Data supplied Block Start
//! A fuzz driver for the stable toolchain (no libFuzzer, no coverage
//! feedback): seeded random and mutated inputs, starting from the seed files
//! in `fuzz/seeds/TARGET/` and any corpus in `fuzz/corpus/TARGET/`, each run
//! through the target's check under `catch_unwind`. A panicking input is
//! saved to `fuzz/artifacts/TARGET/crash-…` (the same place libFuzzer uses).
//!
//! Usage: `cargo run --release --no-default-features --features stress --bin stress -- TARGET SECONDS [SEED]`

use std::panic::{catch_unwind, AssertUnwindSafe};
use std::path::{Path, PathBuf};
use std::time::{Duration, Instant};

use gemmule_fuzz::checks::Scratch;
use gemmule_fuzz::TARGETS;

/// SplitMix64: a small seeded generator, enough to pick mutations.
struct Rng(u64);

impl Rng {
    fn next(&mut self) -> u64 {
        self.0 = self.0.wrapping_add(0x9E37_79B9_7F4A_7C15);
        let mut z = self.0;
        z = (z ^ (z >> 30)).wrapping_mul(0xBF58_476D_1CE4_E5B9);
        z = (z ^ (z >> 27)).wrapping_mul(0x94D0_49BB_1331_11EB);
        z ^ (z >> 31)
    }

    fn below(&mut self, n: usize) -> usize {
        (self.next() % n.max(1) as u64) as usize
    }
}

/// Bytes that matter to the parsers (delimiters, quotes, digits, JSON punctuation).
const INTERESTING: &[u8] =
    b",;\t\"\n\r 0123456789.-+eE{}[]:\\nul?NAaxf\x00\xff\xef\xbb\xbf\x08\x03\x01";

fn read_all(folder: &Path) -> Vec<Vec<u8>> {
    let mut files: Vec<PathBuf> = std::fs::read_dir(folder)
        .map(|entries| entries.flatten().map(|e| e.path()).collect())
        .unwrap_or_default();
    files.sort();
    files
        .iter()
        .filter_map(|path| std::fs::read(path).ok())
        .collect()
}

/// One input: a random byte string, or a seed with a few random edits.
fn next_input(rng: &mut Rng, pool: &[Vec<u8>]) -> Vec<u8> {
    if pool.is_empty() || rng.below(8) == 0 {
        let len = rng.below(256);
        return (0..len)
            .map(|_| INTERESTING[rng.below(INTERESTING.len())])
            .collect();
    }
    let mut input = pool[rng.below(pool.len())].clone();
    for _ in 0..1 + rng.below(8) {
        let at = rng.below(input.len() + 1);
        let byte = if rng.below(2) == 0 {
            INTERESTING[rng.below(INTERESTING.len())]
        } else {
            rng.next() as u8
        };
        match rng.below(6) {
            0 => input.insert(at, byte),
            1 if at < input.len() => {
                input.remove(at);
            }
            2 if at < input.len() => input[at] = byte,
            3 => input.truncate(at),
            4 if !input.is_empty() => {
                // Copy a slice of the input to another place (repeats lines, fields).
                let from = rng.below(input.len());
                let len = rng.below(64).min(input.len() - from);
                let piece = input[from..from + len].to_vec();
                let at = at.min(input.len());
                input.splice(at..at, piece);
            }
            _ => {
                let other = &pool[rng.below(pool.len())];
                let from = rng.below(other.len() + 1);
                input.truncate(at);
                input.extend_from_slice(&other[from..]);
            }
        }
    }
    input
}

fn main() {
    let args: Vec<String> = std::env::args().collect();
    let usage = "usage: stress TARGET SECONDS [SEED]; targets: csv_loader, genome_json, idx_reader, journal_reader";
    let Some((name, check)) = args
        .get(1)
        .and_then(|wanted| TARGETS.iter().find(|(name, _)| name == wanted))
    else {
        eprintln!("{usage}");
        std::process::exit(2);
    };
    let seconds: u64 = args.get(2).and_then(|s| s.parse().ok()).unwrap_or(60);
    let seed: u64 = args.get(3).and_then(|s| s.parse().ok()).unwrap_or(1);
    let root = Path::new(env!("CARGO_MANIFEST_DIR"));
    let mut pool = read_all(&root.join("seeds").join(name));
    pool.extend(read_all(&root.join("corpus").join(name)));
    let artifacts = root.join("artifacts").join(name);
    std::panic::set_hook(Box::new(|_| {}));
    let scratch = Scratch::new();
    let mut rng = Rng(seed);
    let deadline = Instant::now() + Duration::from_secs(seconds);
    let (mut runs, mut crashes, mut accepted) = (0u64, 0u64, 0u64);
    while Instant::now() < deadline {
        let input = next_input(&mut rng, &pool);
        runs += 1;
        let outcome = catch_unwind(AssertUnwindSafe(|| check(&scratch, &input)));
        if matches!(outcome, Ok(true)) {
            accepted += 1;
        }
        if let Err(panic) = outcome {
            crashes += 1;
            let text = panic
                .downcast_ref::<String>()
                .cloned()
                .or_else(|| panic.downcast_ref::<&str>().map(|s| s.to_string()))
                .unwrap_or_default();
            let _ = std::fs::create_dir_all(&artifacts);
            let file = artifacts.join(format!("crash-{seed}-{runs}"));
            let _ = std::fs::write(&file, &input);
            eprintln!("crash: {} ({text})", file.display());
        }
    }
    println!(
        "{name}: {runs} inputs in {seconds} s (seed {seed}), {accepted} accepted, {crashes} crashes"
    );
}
Data supplied Block End
### Exercise description
Write every line of the entries again, word for word.

### Output of the task
//! A fuzz driver for the stable toolchain (no libFuzzer, no coverage
//! feedback): seeded random and mutated inputs, starting from the seed files
//! in `fuzz/seeds/TARGET/` and any corpus in `fuzz/corpus/TARGET/`, each run
//! through the target's check under `catch_unwind`. A panicking input is
//! saved to `fuzz/artifacts/TARGET/crash-…` (the same place libFuzzer uses).
//!
//! Usage: `cargo run --release --no-default-features --features stress --bin stress -- TARGET SECONDS [SEED]`

use std::panic::{catch_unwind, AssertUnwindSafe};
use std::path::{Path, PathBuf};
use std::time::{Duration, Instant};

use gemmule_fuzz::checks::Scratch;
use gemmule_fuzz::TARGETS;

/// SplitMix64: a small seeded generator, enough to pick mutations.
struct Rng(u64);

impl Rng {
    fn next(&mut self) -> u64 {
        self.0 = self.0.wrapping_add(0x9E37_79B9_7F4A_7C15);
        let mut z = self.0;
        z = (z ^ (z >> 30)).wrapping_mul(0xBF58_476D_1CE4_E5B9);
        z = (z ^ (z >> 27)).wrapping_mul(0x94D0_49BB_1331_11EB);
        z ^ (z >> 31)
    }

    fn below(&mut self, n: usize) -> usize {
        (self.next() % n.max(1) as u64) as usize
    }
}

/// Bytes that matter to the parsers (delimiters, quotes, digits, JSON punctuation).
const INTERESTING: &[u8] =
    b",;\t\"\n\r 0123456789.-+eE{}[]:\\nul?NAaxf\x00\xff\xef\xbb\xbf\x08\x03\x01";

fn read_all(folder: &Path) -> Vec<Vec<u8>> {
    let mut files: Vec<PathBuf> = std::fs::read_dir(folder)
        .map(|entries| entries.flatten().map(|e| e.path()).collect())
        .unwrap_or_default();
    files.sort();
    files
        .iter()
        .filter_map(|path| std::fs::read(path).ok())
        .collect()
}

/// One input: a random byte string, or a seed with a few random edits.
fn next_input(rng: &mut Rng, pool: &[Vec<u8>]) -> Vec<u8> {
    if pool.is_empty() || rng.below(8) == 0 {
        let len = rng.below(256);
        return (0..len)
            .map(|_| INTERESTING[rng.below(INTERESTING.len())])
            .collect();
    }
    let mut input = pool[rng.below(pool.len())].clone();
    for _ in 0..1 + rng.below(8) {
        let at = rng.below(input.len() + 1);
        let byte = if rng.below(2) == 0 {
            INTERESTING[rng.below(INTERESTING.len())]
        } else {
            rng.next() as u8
        };
        match rng.below(6) {
            0 => input.insert(at, byte),
            1 if at < input.len() => {
                input.remove(at);
            }
            2 if at < input.len() => input[at] = byte,
            3 => input.truncate(at),
            4 if !input.is_empty() => {
                // Copy a slice of the input to another place (repeats lines, fields).
                let from = rng.below(input.len());
                let len = rng.below(64).min(input.len() - from);
                let piece = input[from..from + len].to_vec();
                let at = at.min(input.len());
                input.splice(at..at, piece);
            }
            _ => {
                let other = &pool[rng.below(pool.len())];
                let from = rng.below(other.len() + 1);
                input.truncate(at);
                input.extend_from_slice(&other[from..]);
            }
        }
    }
    input
}

fn main() {
    let args: Vec<String> = std::env::args().collect();
    let usage = "usage: stress TARGET SECONDS [SEED]; targets: csv_loader, genome_json, idx_reader, journal_reader";
    let Some((name, check)) = args
        .get(1)
        .and_then(|wanted| TARGETS.iter().find(|(name, _)| name == wanted))
    else {
        eprintln!("{usage}");
        std::process::exit(2);
    };
    let seconds: u64 = args.get(2).and_then(|s| s.parse().ok()).unwrap_or(60);
    let seed: u64 = args.get(3).and_then(|s| s.parse().ok()).unwrap_or(1);
    let root = Path::new(env!("CARGO_MANIFEST_DIR"));
    let mut pool = read_all(&root.join("seeds").join(name));
    pool.extend(read_all(&root.join("corpus").join(name)));
    let artifacts = root.join("artifacts").join(name);
    std::panic::set_hook(Box::new(|_| {}));
    let scratch = Scratch::new();
    let mut rng = Rng(seed);
    let deadline = Instant::now() + Duration::from_secs(seconds);
    let (mut runs, mut crashes, mut accepted) = (0u64, 0u64, 0u64);
    while Instant::now() < deadline {
        let input = next_input(&mut rng, &pool);
        runs += 1;
        let outcome = catch_unwind(AssertUnwindSafe(|| check(&scratch, &input)));
        if matches!(outcome, Ok(true)) {
            accepted += 1;
        }
        if let Err(panic) = outcome {
            crashes += 1;
            let text = panic
                .downcast_ref::<String>()
                .cloned()
                .or_else(|| panic.downcast_ref::<&str>().map(|s| s.to_string()))
                .unwrap_or_default();
            let _ = std::fs::create_dir_all(&artifacts);
            let file = artifacts.join(format!("crash-{seed}-{runs}"));
            let _ = std::fs::write(&file, &input);
            eprintln!("crash: {} ({text})", file.display());
        }
    }
    println!(
        "{name}: {runs} inputs in {seconds} s (seed {seed}), {accepted} accepted, {crashes} crashes"
    );
}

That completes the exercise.